時差の存在を忘れていて、想定よりも1時間機内にいる時間が伸びた。あと10分で着くはずだったのに、70分になったのは辛い。
こうやってものを書くのが一つの暇つぶしだ。書くのが義務になると疲れちゃうのでほどほどにする。この文章もとりあえず書いているがあげるかどうかは分からない。
もう一つの暇つぶしは読書だ。
「なんの本を読むか、そもそも本を読むか」は旅行を計画するにあたって一つの論点だった。
せっかくの長期のバックパック的な旅行なのだから、深夜特急よろしく難しい漢詩の本でも持って行こうかとか、いや逆に本を読むようなインプットではなくひたすら何かを考える時間にした方がいいのでは、と色々いったりきたり考えた。
結局iPadを持ってきたのであとからどうにでもなる話にはなったのだが、1冊これと決めた作品が偶然できた。
司馬遼太郎の『竜馬がゆく』である。
以前から目をつけていたとかそういった類では全くなく、旅行前日に決めた。縁を感じたのだ。退職の日、送別の言葉を会社の上司から頂いた。

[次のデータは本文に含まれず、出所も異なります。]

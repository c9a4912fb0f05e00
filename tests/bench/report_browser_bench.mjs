// Browser timings of the report (peer of bench_report.cpp, which writes the files):
//   node tests/bench/report_browser_bench.mjs DIR [chromium]
// For DIR/report-shift.html and DIR/report-mix.html (2000 + 2000 points, 201 θ × 15 measures):
//  * open: navigation start to the end of the page's script (window.barrowReport.readyAt,
//    performance.now() there), and the wall time of page.goto + waiting for it, 7 runs each;
//  * redraw: moving the slider to 60 random θ (an 'input' event on the range control), timed
//    (a) to the end of the script and a forced layout, (b) to the second animation frame
//    after it, i.e. until the moved points were painted.
import path from 'node:path';
import { pathToFileURL } from 'node:url';
import { launch } from '../report/browser.mjs';

const dir = process.argv[2];
const chromium = process.argv[3] || '/usr/bin/chromium';
if (!dir) { console.error('usage: report_browser_bench.mjs DIR [chromium]'); process.exit(2); }
console.log(`load average: ${(await import('node:os')).loadavg().map((x) => x.toFixed(1)).join(' ')}`);
const browser = await launch(chromium, path.join(dir, 'bench-profile'));
const median = (xs) => { const s = [...xs].sort((a, b) => a - b); return s[Math.floor(s.length / 2)]; };
const max = (xs) => Math.max(...xs);
const min = (xs) => Math.min(...xs);

for (const family of ['shift', 'mix']) {
  const url = pathToFileURL(path.join(dir, `report-${family}.html`)).href;
  const ready = [], wall = [];
  let page;
  for (let run = 0; run < 7; ++run) {
    if (page) await page.close();
    page = await browser.newPage();
    await page.setViewport({ width: 1360, height: 900 });
    await page.setRequestInterception(true);
    page.on('request', (r) => (r.url() === url ? r.continue() : (console.error('request: ' + r.url()), process.exit(1))));
    page.on('pageerror', (e) => { console.error('page error: ' + e.message); process.exit(1); });
    const t0 = performance.now();
    await page.goto(url, { waitUntil: 'load' });
    await page.waitForFunction('window.barrowReport && window.barrowReport.ready');
    wall.push(performance.now() - t0);
    ready.push(await page.evaluate(() => window.barrowReport.readyAt));
  }
  const n = await page.evaluate(() => (document.querySelector('#cloud-fig path.cloud-a').getAttribute('d').match(/M/g) || []).length);
  const rows = await page.evaluate(() => +document.getElementById('theta').max + 1);
  const script = [], frame = [];
  let seed = 12345;
  const next = () => (seed = (seed * 1103515245 + 12345) % 2147483648) / 2147483648;
  for (let k = 0; k < 60; ++k) {
    const idx = Math.floor(next() * rows);
    const t = await page.evaluate(async (idx) => {
      const s = document.getElementById('theta');
      const t0 = performance.now();
      s.value = idx;
      s.dispatchEvent(new Event('input', { bubbles: true }));
      document.querySelector('#cloud-fig .cloud-a').getBoundingClientRect();
      const t1 = performance.now();
      await new Promise((r) => requestAnimationFrame(() => requestAnimationFrame(r)));
      return [t1 - t0, performance.now() - t0];
    }, idx);
    script.push(t[0]);
    frame.push(t[1]);
  }
  console.log(`${family}: A_θ ${n} markers, ${rows} θ rows`);
  const stats = (xs, d) => `median ${median(xs).toFixed(d)}, min ${min(xs).toFixed(d)}, max ${max(xs).toFixed(d)} ms`;
  console.log(`  open, navigation start to ready: ${stats(ready, 0)}; goto + ready, wall: ${stats(wall, 0)}`);
  console.log(`  slider redraw, script + layout: ${stats(script, 1)}; to the painted frame: ${stats(frame, 1)}`);
  await page.close();
  page = undefined;
}
await browser.close();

その中のひとつ、歴史好きな上司から「坂本龍馬のような気概を感じていました」という言葉をもらった。歴史には詳しく無いが、とても誇らしくまた記憶に残るお言葉だった。
江戸と明治の境目に生き世界を見つめた竜馬と、転職の合間に海外旅行に行く自分。太平洋と実家の風呂くらいのスケールの違いはあるものの、ちょっとした符号を感じて旅のお供本とした。
思えばこの旅も、会社の上司(竜馬とは別だが)に深夜特急を勧められたことが行くきっかけとなった。縁に乗るのが上手いなと思った。